Evans v. State

987 S.W.2d 741, 65 Ark. App. 232, 1999 Ark. App. LEXIS 120
CourtCourt of Appeals of Arkansas
DecidedMarch 3, 1999
DocketCA CR 98-457
StatusPublished
Cited by7 cases

This text of 987 S.W.2d 741 (Evans v. State) is published on Counsel Stack Legal Research, covering Court of Appeals of Arkansas primary law. Counsel Stack provides free access to over 12 million legal documents including statutes, case law, regulations, and constitutions.

Bluebook
Evans v. State, 987 S.W.2d 741, 65 Ark. App. 232, 1999 Ark. App. LEXIS 120 (Ark. Ct. App. 1999).

Opinion

Wendell L. Griffen, Judge.

The Poinsett County Circuit Court denied appellant Amelia Evan's motion to surpassthe results of an officer’s warrantless search of her purse. Appellant then entered a conditional plea of guilty to possession of a controlled substance, methamphetamine, pursuant to Rule 24.3(b) of the Arkansas Rules of Criminal Procedure. On appeal, she argues that the trial court erred by denying her motion to suppress. We agree, and therefore reverse and remand this case.

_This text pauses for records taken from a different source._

def check_en1992_footing(
    footing: Footing,
    loads: Mapping[str, FootingLoad],
    variable: Mapping[str, str | Psi],
    design: ECFootingDesign,
    *,
    permanent: Sequence[str] = ("G",),
) -> MemberChecks:
    """Flexure, shear and punching of a pad footing to EN 1992-1-1 (see the module notes),
    under the EN 1990 Eq. (6.10) STR combinations (A1 factors) of the loads by case."""
    combos = en1990_combinations(variable=variable, permanent=permanent)
    acts = factored_actions(footing, loads, combos, design)
    f = acts.footing
    punch = _punching(f, loads, combos, (acts.x.d + acts.y.d) / 2)
    return run_checks(
        footing.mark,
        f"{footing.kind} footing, reinforced concrete to EN 1992-1-1",
        EN1992,
        _ECLogic(acts, design, punch),
    )


@dataclass(frozen=True)
class _Punch:
    combination: str
    a: Quantity
    V_red: Quantity
    M_B: Quantity
    M_L: Quantity
    V_col: Quantity
    util_rel: float


def _punching(
    f: Footing, loads: Mapping[str, FootingLoad], combos: Any, d: Quantity
) -> _Punch | None:
    """The governing control perimeter (a ≤ 2d) and combination, by v_Ed·a (v_Rd ∝ 1/a)."""
    c1 = f.column.loaded1.to("m").magnitude / 2
    c2 = f.column.loaded2.to("m").magnitude / 2
    d_m = d.to("m").magnitude
    best: _Punch | None = None
    for k in net_combinations(f, loads, combos):
        p = k.pressure
        if p is None:
            continue
        for i in range(1, 21):
            a = 2 * d_m * i / 20
            u = 4 * (c1 + c2) + 2 * math.pi * a
            V = (k.N - force_within(p, rounded_rectangle(c1, c2, a))).to("kN").magnitude
            rel = V / u * a  # v_Ed ∝ V/u; v_Rd ∝ 1/a
            if best is None or rel > best.util_rel:
                best = _Punch(
                    k.name, Q_(a, "m"), Q_(V, "kN"), abs(k.load.My), abs(k.load.Mx), k.N, rel
                )
    return best


class _ECLogic:
    def __init__(self, acts: Any, dz: ECFootingDesign, punch: _Punch | None) -> None:
        self.a, self.dz, self.punch = acts, dz, punch
        self.As: dict[str, Quantity] = {}

    def __call__(self, c: Recorder) -> None:
        a, dz = self.a, self.dz
        c.caution(GEOTECHNICAL_CAUTION)
        if a.equivalent_square:
            c.assume("The round footing is designed as the square of equal area (common practice).")
        c.assume(
            "Design for the net design soil pressure from the column loads (common "
            "practice); flexure at the column face."
        )
        c.heading("Materials", 3)
        fck = c.given("f_ck", dz.f_ck, "characteristic concrete strength", unit="MPa")
        fyk = c.given("f_yk", dz.f_yk, "characteristic bar yield strength", unit="MPa")
        acc = c.given(
            "alpha_cc",
            ALPHA_CC[dz.annex],
            f"long-term factor ({dz.annex} value)",
            source="EN 1992-1-1 §3.1.6(1)P" + (", UK NA" if dz.annex == "UK" else ""),
        )
        fcd = c.derive(
            "f_cd",
            acc * fck / GAMMA_C,
            "design concrete strength, γ_c = 1.5",
            unit="MPa",
            ref="EN 1992-1-1 §3.1.6, Table 2.1N",
        )
        fyd = c.derive(
            "f_yd",
            fyk / GAMMA_S,
            "design yield strength, γ_s = 1.15",
            unit="MPa",
            ref="EN 1992-1-1 §3.2.7, Table 2.1N",
        )
        h = c.given("h", a.footing.h, "footing thickness", unit="mm")
        show_actions(
            c,
            a,
            columns=["Combination", "N_Ed", "M_Ed,x", "M_Ed,y", "V_Ed,x", "V_Ed,y", "V_Ed,2"],
            caption="Design actions from the net soil pressure by combination",
        )
        uplift_not_covered(
            c, a, "Top face under uplift", "the top face is not checked", "EN 1992-1-1 §9.8.2"
        )
        if a.Pu.magnitude <= 0:
            return
        for dirn in (a.x, a.y):
            self._flexure(c, dirn, fck, fyk, fcd, fyd, h)
        for dirn in (a.x, a.y):
            self._shear(c, dirn, fck)
        self._punching(c, fck, fcd)

    def _flexure(
        self, c: Recorder, dirn: Direction, fck: Any, fyk: Any, fcd: Any, fyd: Any, h: Any
    ) -> None:
        ax = dirn.axis
        c.heading(f"Flexure at the column face, bars along {ax} ({dirn.bar.designation})", 3)
        b = c.given(f"b_{ax}", dirn.width, "width of the section", unit="mm")
        d = c.given(
            f"d_{ax}",
            dirn.d,
            "effective depth" + (" (bottom layer)" if dirn.bottom else " (second layer)"),
            unit="mm",
        )
        phi = c.given(f"phi_{ax}", dirn.bar.db, "bar diameter", source=dirn.bar.source, unit="mm")
        Ab = c.given(f"A_b_{ax}", dirn.bar.Ab, "bar area", source=dirn.bar.source, unit="mm**2")
        M = c.given(
            f"M_Ed_{ax}",
            dirn.Mu,
            f"design moment at the face, {dirn.Mu_combination}",
            source="net design pressure beyond the face",
            unit="kN*m",
        )
        Mq, bq, dq, fq = c.q(M), c.q(b), c.q(d), c.q(fcd)
        disc = float((dq**2 - 2 * Mq / (fq * bq)).to("mm**2").magnitude)
        if disc < 0:
            Mmax = c.derive(
                f"M_Rd_max_{ax}", fcd * b * d**2 / 2, "largest moment of the section", unit="kN*m"
            )
            c.check(f"Flexure {ax}", M, Mmax, ref="EN 1992-1-1 §6.1", description="too thin")
            return
        s = c.derive(
            f"s_{ax}",
            d - c.sqrt(d**2 - 2 * M / (fcd * b)),
            "depth of the stress block λx",
            unit="mm",
            ref="EN 1992-1-1 §3.1.7(3)",
        )
        z = c.derive(f"z_{ax}", c.min(d - s / 2, 0.95 * d), "lever arm (at most 0.95d)", unit="mm")
        As_req = c.derive(f"A_s_req_{ax}", M / (fyd * z), "steel required", unit="mm**2")
        fctm = c.derive(
            "f_ctm",
            0.30 * (fck / Q_(1, "MPa")) ** (2 / 3) * Q_(1, "MPa"),
            "mean tensile strength",
            unit="MPa",
            ref="EN 1992-1-1 Table 3.1",
        )
        As_min = c.derive(
            f"A_s_min_{ax}",
            c.max(0.26 * fctm / fyk, 0.0013) * b * d,
            "minimum steel",
            unit="mm**2",
            ref="EN 1992-1-1 §9.2.1.1(1)",
        )
        smax = c.derive(
            f"s_max_{ax}",
            c.min(3 * h, Q_(400, "mm")),
            "maximum spacing",
            unit="mm",
            ref="EN 1992-1-1 §9.3.1.1(3)",
        )
        cov = self.dz.cover
        need = max(c.q(As_req), c.q(As_min))
        n_val = bar_count(need, c.q(Ab), c.q(b) - 2 * cov - c.q(phi), c.q(smax))
        n = c.given(f"n_{ax}", n_val, "number of bars")
        As = c.derive(f"A_s_{ax}", n * Ab, "steel provided", unit="mm**2")
        self.As[ax] = c.q(As)
        cv = c.given(
            f"c_nom_{ax}",
            cov,
            "nominal cover",
            unit="mm",
            source="EN 1992-1-1 §4.4.1.3(4) (75 mm cast against soil)",
        )
        sp = c.derive(f"s_b_{ax}", (b - 2 * cv - phi) / (n - 1), "bar spacing", unit="mm")
        x = c.derive(
            f"x_{ax}",
            As * fyd / (0.8 * fcd * b),
            "neutral axis depth",
            unit="mm",
            ref="EN 1992-1-1 §3.1.7(3)",
        )
        zp = c.derive(f"z_p_{ax}", c.min(d - 0.4 * x, 0.95 * d), "lever arm", unit="mm")
        MRd = c.derive(f"M_Rd_{ax}", As * fyd * zp, "design moment resistance", unit="kN*m")
        c.check(f"Flexure {ax}", M, MRd, ref="EN 1992-1-1 §6.1", combination=dirn.Mu_combination)
        xd = c.derive(f"x_d_{ax}", x / d, "neutral axis ratio")
        c.check(f"Ductility {ax}", xd, Q_(0.45, ""), ref="EN 1992-1-1 §5.6.3 (x/d ≤ 0.45)")
        c.check(f"Minimum steel {ax}", As_min, As, ref="EN 1992-1-1 §9.2.1.1(1)")
        c.check(f"Bar spacing {ax}", sp, smax, ref="EN 1992-1-1 §9.3.1.1(3)")
        smin = c.derive(
            f"s_min_{ax}",
            c.max(phi, self.dz.aggregate + Q_(5, "mm"), Q_(20, "mm")),
            "minimum clear spacing",
            unit="mm",
            ref="EN 1992-1-1 §8.2(2)",
        )
        sc = c.derive(f"s_c_{ax}", sp - phi, "clear spacing", unit="mm")
        c.check(f"Clear spacing {ax}", smin, sc, ref="EN 1992-1-1 §8.2(2)")

    @staticmethod
    def _d0(c: Recorder) -> Any:
        return c.given(
            "d_0",
            Q_(200, "mm"),
            "reference depth of the size factor",
            source="EN 1992-1-1 §6.2.2(1)",
            unit="mm",
        )

    def _shear(self, c: Recorder, dirn: Direction, fck: Any) -> None:
        ax = dirn.axis
        c.heading(f"Shear at d from the column face, along {ax}", 3)
        if dirn.Vu.magnitude <= 0:
            c.text("The section at d from the face lies beyond the footing: no shear check.")
            return
        V = c.given(
            f"V_Ed_{ax}",
            dirn.Vu,
            f"design shear, {dirn.Vu_combination}",
            source="net design pressure beyond the section",
            unit="kN",
        )
        b = c.given(f"b_w_{ax}", dirn.width, "width", unit="mm")
        d = c.given(f"d_v_{ax}", dirn.d, "effective depth", unit="mm")
        As = c.given(f"A_sl_{ax}", self.As.get(ax, Q_(0, "mm**2")), "tension steel", unit="mm**2")
        k = c.derive(
            f"k_{ax}",
            c.min(1 + c.sqrt(self._d0(c) / d), 2.0),
            "size factor",
            ref="EN 1992-1-1 §6.2.2(1)",
        )
        rho = c.derive(f"rho_l_{ax}", c.min(As / (b * d), 0.02), "steel ratio (≤ 0.02)")
        fk = fck / Q_(1, "MPa")
        vrd = c.derive(
            f"v_Rd_c_{ax}",
            c.max(0.18 / GAMMA_C * k * (100 * rho * fk) ** (1 / 3), 0.035 * k**1.5 * fk**0.5)
            * Q_(1, "MPa"),
            "shear resistance stress (C_Rd,c = 0.18/γ_c, v_min)",
            unit="MPa",
            ref="EN 1992-1-1 Eq. (6.2a), (6.2b), (6.3N)",
        )
        VR = c.derive(f"V_Rd_c_{ax}", vrd * b * d, "design shear resistance", unit="kN")
        c.check(f"Shear {ax}", V, VR, ref="EN 1992-1-1 §6.2.2", combination=dirn.Vu_combination)

    def _punching(self, c: Recorder, fck: Any, fcd: Any) -> None:
        p, f = self.punch, self.a.footing
        c.heading("Punching (§6.4.4(2)): governing control perimeter within 2d", 3)
        if p is None:
            return
        col = f.column
        d = c.given("d_eff", (self.a.x.d + self.a.y.d) / 2, "average effective depth", unit="mm")
        c1 = c.given("c_1", col.loaded1, "loaded area along x", unit="mm")
        c2 = c.given("c_2", col.loaded2, "loaded area along y", unit="mm")
        a = c.given(
            "a_p",
            p.a,
            f"distance of the governing perimeter (searched over a ≤ 2d), {p.combination}",
            unit="mm",
        )
        u = c.derive(
            "u",
            2 * (c1 + c2) + 2 * c.pi * a,
            "control perimeter",
            unit="mm",
            ref="EN 1992-1-1 §6.4.2",
        )
        V = c.given(
            "V_Ed_red",
            p.V_red,
            "column load less the net pressure inside the perimeter",
            source="EN 1992-1-1 Eq. (6.48)",
            unit="kN",
        )
        v = c.derive("v_Ed_0", V / (u * d), "shear stress without moment", unit="MPa")
        for M, ca, cb, tag in ((p.M_B, c1, c2, "B"), (p.M_L, c2, c1, "L")):
            if M.magnitude == 0:
                continue
            Mq = c.given(f"M_Ed_{tag}", M, f"column moment ({tag} direction)", unit="kN*m")
            kk = c.given(
                f"k_{tag}",
                _k_table_6_1(float(c.q(ca) / c.q(cb))),
                "moment share",
                source="EN 1992-1-1 Table 6.1",
            )
            W = c.derive(
                f"W_{tag}",
                ca**2 / 2 + ca * cb + 2 * cb * a + 4 * a**2 + c.pi * a * ca,
                "perimeter modulus at distance a",
                unit="mm**2",
                ref="EN 1992-1-1 Eq. (6.41) at a",
            )
            v = c.derive(
                f"v_Ed_{tag}",
                v + kk * Mq / (W * d),
                "shear stress with the moment",
                unit="MPa",
                ref="EN 1992-1-1 Eq. (6.51)",
            )
        rx = float(self.As.get("x", Q_(0, "mm**2")) / (self.a.x.width * self.a.x.d))
        ry = float(self.As.get("y", Q_(0, "mm**2")) / (self.a.y.width * self.a.y.d))
        rho = c.given(
            "rho_p",
            min(math.sqrt(rx * ry), 0.02),
            f"√(ρ_x·ρ_y) = √({rx:.5f}·{ry:.5f}), at most 0.02",
            source="EN 1992-1-1 §6.4.4(1)",
        )
        k = c.derive("k_p", c.min(1 + c.sqrt(self._d0(c) / d), 2.0), "size factor")
        fk = fck / Q_(1, "MPa")
        vR = c.derive(
            "v_Rd",
            c.max(0.18 / GAMMA_C * k * (100 * rho * fk) ** (1 / 3), 0.035 * k**1.5 * fk**0.5)
            * 2
            * d
            / a
            * Q_(1, "MPa"),
            "punching resistance at distance a",
            unit="MPa",
            ref="EN 1992-1-1 Eq. (6.50)",
        )
        c.check("Punching", v, vR, ref="EN 1992-1-1 §6.4.4(2)", combination=p.combination)
        V0 = c.given("V_Ed_col", p.V_col, "column load", unit="kN")
        u0 = c.derive("u_0", 2 * (c1 + c2), "column perimeter", unit="mm")
        nu = c.derive("nu", 0.6 * (1 - fk / 250), "strength reduction", ref="EN 1992-1-1 (6.6N)")
        vmax = c.derive(
            "v_Rd_max",
            0.5 * nu * fcd,
            "maximum at the column face",
            unit="MPa",
            ref="EN 1992-1-1 §6.4.5(3)",
        )
        v0 = c.derive("v_Ed_face", V0 / (u0 * d), "stress at the column face", unit="MPa")
        c.check(
            "Punching at the face", v0, vmax, ref="EN 1992-1-1 §6.4.5(3)", combination=p.combination
        )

When we review a ruling on a motion to suppress, we make an independent determination based on the totality of the circumstances, viewing the evidence in the light most favorable to the State. Wofford v. State, 330 Ark. 8, 952 S.W.2d 646 (1997); Reyes v. State, 329 Ark. 539, 954 S.W.2d 199 (1997). We reverse only if the ruling is clearly against the preponderance of the evidence. Wofford, supra; Reyes, supra.

At 7:30 a.m. on July 9, 1996, Trooper Darwin Adams of the Arkansas State Police received a dispatch that there was a one-car accident on Highway 63 north of Marked Tree. When Trooper Adams arrived on the scene, ambulance personnel were already helping appellant out of her car, which was on its side. He testified that appellant was screaming incoherently and appeared to be suffering from severe injuries.

Because Trooper Adams was unable to speak to appellant, he looked inside her car for something to help in determining her identity. The trooper testified that he saw a purse with a green wallet sitting on top of it on the driver’s side floorboard. He opened the wallet and discovered hypodermic needles, a black container with what appeared to be methamphetamine inside, and a clear plastic bag containing a brown powdery substance. The wallet did not contain any identification; however, he discovered a second wallet containing the appellant’s driver’s license. After learning her identity, he gave appellant’s purse and its contents to the ambulance personnel. At the hospital, a nurse discovered the contraband in appellant’s purse and gave it to the officer.

Trooper Adams testified that when investigating an accident, he has been trained to first assure the safety of the driver, and then to establish the driver’s identity. He explained that he searched appellant’s purse to complete his investigation of the accident; he knew that the ambulance personnel were administering aid to appellant. Trooper Adams testified that he could have called in the car license number to the dispatcher, which would have produced a current and valid registration; however, he testified that he did not do so in this case. He also testified that he did not inventory the vehicle.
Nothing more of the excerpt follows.